* **What you have to do**
The lines needed are those below that contain the word "status"; copy each one.

[Stored data entries]
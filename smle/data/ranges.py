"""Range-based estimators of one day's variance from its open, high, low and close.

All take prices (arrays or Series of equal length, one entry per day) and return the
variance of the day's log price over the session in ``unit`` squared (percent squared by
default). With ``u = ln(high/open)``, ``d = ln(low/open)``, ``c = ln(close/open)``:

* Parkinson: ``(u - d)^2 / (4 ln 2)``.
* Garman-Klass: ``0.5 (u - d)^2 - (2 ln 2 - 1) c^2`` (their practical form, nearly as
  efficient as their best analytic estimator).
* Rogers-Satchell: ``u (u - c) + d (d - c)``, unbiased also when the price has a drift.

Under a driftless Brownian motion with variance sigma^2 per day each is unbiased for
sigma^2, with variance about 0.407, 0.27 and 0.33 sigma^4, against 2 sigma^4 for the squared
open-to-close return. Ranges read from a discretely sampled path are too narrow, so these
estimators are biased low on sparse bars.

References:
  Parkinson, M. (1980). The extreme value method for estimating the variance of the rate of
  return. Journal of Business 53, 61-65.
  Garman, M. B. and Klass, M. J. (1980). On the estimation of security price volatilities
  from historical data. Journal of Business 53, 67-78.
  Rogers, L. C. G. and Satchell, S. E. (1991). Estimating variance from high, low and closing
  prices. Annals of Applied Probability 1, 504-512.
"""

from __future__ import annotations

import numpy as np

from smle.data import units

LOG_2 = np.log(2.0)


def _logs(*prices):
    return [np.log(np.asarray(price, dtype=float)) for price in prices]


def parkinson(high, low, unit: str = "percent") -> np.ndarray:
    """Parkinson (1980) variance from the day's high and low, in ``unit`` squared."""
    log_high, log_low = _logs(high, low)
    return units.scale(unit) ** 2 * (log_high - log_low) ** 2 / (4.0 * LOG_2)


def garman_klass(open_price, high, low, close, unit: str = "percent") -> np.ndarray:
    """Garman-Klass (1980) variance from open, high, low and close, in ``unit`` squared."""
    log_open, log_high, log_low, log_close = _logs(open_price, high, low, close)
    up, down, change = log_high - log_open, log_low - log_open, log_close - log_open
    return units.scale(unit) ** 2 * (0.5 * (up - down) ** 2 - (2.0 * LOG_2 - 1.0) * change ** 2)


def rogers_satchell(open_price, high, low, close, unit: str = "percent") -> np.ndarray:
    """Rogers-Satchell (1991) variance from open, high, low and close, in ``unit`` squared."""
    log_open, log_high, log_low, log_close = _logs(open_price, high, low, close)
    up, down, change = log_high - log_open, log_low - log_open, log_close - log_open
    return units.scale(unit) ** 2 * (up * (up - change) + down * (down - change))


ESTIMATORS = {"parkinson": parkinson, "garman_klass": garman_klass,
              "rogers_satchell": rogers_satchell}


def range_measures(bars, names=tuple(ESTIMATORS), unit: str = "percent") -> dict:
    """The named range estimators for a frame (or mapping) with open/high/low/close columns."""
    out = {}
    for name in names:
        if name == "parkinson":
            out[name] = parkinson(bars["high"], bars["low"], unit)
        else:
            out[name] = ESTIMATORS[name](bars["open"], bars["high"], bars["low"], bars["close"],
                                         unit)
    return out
--
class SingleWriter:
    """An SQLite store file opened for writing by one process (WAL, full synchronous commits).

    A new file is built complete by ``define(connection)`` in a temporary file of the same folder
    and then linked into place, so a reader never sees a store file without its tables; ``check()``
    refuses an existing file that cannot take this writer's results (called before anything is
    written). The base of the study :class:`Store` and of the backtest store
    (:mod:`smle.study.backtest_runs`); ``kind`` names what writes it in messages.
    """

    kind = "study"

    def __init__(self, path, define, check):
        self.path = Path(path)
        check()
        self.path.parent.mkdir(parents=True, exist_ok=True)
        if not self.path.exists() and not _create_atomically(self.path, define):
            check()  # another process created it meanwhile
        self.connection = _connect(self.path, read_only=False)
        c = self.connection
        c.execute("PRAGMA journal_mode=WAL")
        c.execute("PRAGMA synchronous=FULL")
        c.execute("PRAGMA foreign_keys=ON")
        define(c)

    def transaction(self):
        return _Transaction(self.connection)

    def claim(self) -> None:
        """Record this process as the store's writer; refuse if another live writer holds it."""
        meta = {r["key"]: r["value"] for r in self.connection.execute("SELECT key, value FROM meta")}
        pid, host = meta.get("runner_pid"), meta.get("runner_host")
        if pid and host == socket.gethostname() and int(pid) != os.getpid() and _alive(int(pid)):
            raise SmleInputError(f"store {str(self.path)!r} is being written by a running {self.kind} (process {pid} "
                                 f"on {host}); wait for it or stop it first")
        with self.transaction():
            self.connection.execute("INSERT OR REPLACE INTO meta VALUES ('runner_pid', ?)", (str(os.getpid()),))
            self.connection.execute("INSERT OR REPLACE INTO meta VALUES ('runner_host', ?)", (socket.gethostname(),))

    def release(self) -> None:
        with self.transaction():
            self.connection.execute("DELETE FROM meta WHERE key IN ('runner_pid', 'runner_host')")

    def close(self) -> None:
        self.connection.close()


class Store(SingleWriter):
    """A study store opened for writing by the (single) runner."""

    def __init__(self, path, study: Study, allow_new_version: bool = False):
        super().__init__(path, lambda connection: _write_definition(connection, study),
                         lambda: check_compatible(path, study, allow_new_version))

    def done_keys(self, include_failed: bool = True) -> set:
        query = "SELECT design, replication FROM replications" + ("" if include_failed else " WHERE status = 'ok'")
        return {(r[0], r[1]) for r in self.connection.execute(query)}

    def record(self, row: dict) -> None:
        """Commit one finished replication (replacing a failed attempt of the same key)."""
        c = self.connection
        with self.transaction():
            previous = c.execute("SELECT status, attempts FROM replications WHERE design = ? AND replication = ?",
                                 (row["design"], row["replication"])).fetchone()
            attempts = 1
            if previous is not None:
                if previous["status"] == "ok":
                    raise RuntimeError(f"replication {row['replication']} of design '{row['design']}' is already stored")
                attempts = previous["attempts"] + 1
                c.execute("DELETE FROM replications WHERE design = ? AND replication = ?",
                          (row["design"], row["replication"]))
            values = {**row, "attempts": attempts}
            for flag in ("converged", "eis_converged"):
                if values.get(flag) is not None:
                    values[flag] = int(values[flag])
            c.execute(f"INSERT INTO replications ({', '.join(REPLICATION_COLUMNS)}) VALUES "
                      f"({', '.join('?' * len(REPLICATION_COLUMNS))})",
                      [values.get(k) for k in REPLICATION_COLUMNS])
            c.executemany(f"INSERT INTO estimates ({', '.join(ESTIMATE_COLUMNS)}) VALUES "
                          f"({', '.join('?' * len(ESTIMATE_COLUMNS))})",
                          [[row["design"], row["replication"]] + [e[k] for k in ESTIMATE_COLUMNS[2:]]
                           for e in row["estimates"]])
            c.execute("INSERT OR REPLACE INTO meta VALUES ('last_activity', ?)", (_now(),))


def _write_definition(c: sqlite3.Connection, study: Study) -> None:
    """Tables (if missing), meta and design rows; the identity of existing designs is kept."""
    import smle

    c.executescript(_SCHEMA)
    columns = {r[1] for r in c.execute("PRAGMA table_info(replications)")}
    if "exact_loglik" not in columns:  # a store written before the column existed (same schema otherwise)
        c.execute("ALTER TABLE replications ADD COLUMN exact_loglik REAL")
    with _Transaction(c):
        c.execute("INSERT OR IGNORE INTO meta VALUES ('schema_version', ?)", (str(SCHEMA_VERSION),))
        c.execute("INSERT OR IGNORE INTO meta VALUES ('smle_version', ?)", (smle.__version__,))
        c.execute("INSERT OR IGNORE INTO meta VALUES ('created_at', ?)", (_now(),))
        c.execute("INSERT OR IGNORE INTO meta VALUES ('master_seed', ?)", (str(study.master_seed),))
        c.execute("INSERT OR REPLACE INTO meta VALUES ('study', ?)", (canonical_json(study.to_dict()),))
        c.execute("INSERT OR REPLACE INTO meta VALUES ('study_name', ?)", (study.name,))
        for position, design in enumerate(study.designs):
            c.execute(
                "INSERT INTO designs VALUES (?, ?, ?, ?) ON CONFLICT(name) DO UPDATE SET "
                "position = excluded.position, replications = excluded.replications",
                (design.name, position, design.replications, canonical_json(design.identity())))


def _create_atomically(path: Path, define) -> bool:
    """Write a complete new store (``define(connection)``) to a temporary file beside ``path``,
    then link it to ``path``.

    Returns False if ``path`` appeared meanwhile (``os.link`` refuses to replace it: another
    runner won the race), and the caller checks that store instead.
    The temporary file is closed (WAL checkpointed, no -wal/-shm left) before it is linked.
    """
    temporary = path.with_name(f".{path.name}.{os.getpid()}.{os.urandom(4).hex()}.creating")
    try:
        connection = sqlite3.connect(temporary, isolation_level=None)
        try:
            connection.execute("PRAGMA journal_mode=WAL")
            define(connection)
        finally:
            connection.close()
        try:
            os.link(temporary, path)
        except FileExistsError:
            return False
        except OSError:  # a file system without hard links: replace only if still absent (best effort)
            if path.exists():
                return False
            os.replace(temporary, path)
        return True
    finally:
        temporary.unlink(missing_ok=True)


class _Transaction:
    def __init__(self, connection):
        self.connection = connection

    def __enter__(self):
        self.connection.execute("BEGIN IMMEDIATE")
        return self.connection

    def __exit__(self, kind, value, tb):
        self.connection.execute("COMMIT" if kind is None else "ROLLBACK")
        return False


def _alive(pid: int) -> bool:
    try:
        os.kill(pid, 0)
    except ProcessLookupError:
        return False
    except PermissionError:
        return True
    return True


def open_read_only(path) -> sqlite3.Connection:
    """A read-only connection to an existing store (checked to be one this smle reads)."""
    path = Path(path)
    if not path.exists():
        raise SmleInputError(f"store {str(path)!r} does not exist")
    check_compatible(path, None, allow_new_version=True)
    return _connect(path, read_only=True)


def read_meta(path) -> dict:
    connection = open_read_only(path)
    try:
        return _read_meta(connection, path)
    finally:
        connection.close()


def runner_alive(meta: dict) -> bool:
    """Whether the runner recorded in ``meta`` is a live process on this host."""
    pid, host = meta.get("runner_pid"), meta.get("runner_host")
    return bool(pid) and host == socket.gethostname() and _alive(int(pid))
==
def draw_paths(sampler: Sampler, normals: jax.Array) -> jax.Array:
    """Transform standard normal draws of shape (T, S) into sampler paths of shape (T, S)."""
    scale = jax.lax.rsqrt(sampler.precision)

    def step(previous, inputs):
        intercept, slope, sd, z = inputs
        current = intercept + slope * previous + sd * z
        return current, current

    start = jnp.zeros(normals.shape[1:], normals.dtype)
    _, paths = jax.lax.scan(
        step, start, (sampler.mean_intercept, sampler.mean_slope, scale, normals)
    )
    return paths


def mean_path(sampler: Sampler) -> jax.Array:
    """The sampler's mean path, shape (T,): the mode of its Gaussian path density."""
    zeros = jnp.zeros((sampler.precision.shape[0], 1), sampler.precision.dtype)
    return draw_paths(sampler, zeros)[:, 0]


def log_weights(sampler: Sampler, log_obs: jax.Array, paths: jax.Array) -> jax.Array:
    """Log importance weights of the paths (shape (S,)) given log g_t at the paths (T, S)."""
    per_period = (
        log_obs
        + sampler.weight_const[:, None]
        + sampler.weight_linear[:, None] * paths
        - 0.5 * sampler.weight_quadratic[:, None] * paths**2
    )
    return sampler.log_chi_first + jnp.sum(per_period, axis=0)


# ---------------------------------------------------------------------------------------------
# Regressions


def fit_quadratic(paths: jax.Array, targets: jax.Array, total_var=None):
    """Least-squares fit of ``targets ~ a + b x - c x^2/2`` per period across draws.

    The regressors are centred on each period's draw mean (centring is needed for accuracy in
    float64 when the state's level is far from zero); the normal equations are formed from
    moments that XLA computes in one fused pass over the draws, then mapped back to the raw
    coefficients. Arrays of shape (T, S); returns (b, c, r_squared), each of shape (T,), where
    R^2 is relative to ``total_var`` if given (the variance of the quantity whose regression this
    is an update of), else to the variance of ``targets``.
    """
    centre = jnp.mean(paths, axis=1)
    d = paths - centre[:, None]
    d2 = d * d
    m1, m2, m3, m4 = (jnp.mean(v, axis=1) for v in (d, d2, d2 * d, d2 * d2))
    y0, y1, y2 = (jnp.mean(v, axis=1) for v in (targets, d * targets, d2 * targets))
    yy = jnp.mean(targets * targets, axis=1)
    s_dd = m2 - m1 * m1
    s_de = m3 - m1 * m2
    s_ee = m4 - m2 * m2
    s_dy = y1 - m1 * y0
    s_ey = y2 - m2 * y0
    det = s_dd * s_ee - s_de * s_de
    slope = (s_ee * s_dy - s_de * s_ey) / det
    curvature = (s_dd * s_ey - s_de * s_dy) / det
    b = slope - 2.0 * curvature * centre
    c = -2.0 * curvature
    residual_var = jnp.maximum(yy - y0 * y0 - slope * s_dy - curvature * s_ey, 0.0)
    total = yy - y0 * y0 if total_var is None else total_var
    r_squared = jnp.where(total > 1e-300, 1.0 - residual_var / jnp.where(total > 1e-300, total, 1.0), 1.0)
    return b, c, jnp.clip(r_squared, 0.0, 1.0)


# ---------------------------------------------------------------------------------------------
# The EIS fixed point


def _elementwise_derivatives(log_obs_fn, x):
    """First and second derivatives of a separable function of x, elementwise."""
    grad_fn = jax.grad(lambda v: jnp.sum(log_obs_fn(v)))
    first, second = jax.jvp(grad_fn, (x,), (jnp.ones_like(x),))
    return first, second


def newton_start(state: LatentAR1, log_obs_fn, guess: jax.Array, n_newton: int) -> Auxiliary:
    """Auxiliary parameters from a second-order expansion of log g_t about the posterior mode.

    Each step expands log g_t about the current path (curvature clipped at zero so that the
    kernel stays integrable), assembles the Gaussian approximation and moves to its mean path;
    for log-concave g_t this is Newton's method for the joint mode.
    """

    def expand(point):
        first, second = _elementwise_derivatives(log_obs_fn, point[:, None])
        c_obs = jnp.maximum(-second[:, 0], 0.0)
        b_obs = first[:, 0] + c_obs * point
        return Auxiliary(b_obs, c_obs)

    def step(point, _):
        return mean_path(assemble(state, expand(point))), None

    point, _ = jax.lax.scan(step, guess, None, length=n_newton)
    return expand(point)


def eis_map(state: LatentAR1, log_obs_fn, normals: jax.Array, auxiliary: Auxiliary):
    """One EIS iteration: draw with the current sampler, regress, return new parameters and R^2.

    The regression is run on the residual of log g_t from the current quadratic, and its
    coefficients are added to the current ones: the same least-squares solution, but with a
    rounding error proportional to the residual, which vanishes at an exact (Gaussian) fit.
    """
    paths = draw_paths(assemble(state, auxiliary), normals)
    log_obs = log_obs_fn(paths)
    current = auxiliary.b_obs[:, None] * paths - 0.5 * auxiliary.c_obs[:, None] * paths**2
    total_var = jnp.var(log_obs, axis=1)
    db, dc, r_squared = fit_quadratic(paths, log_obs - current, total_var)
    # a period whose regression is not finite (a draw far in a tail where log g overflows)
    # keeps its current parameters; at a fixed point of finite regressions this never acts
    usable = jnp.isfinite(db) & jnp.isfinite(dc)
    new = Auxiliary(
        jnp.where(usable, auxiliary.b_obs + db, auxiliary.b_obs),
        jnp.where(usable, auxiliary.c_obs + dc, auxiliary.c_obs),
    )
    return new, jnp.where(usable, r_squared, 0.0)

* **Output for this task**
        query = "SELECT design, replication FROM replications" + ("" if include_failed else " WHERE status = 'ok'")
            previous = c.execute("SELECT status, attempts FROM replications WHERE design = ? AND replication = ?",
                if previous["status"] == "ok":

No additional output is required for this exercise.